:: Provided data ::
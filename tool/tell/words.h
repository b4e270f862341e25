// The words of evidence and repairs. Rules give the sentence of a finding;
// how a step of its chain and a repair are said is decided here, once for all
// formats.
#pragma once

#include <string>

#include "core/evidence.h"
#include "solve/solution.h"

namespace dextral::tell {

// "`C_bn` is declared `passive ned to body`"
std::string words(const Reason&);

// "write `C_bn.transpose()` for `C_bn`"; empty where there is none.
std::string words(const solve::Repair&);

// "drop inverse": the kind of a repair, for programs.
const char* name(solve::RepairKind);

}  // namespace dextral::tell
:::
:: Provided data ::
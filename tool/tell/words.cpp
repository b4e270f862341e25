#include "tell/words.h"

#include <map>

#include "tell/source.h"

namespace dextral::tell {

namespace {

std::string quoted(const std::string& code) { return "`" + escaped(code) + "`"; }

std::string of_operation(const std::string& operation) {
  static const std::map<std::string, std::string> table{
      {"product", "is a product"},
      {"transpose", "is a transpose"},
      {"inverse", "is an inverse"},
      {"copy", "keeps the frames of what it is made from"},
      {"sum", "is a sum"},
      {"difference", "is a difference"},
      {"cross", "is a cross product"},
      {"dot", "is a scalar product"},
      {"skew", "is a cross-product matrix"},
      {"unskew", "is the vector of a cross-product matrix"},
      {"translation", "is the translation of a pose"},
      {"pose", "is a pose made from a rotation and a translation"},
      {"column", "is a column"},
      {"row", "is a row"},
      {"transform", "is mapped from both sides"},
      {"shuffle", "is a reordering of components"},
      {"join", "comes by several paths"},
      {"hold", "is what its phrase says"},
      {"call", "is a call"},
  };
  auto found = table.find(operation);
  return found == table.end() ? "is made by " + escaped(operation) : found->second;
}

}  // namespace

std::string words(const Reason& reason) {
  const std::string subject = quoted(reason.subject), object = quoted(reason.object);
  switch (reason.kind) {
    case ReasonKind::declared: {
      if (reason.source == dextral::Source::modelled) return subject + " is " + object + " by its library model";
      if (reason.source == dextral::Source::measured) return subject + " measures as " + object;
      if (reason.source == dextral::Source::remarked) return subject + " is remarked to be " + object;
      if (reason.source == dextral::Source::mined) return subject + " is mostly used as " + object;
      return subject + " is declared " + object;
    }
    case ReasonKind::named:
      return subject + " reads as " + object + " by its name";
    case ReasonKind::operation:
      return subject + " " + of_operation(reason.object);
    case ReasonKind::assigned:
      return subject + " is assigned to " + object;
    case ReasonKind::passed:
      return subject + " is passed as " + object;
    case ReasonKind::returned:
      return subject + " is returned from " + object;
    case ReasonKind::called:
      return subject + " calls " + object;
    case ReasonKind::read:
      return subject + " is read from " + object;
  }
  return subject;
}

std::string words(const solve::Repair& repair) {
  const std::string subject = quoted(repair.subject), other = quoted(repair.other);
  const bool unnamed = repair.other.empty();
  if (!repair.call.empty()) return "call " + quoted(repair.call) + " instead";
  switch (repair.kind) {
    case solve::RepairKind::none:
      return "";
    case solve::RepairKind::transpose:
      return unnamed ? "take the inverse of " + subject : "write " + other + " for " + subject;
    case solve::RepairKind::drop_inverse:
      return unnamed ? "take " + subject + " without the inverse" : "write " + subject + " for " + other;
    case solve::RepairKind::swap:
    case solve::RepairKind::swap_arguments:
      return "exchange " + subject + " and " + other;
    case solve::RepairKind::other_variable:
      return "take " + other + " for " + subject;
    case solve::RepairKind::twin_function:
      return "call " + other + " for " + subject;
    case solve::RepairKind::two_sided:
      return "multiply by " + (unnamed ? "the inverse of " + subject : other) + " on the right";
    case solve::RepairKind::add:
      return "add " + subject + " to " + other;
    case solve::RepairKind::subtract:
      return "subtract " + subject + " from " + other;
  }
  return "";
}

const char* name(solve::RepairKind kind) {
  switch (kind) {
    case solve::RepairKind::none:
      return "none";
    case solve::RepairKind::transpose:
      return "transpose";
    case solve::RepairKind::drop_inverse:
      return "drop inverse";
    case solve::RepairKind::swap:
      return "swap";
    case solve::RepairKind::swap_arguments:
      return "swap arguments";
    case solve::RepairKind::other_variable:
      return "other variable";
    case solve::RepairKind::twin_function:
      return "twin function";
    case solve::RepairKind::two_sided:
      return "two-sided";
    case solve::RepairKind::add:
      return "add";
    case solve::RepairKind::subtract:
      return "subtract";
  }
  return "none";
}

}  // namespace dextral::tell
:::
**Your task:** Copy every line of the entries above in which "declared" occurs.

**Exercise response:**
// "`C_bn` is declared `passive ned to body`"
    case ReasonKind::declared: {
      return subject + " is declared " + object;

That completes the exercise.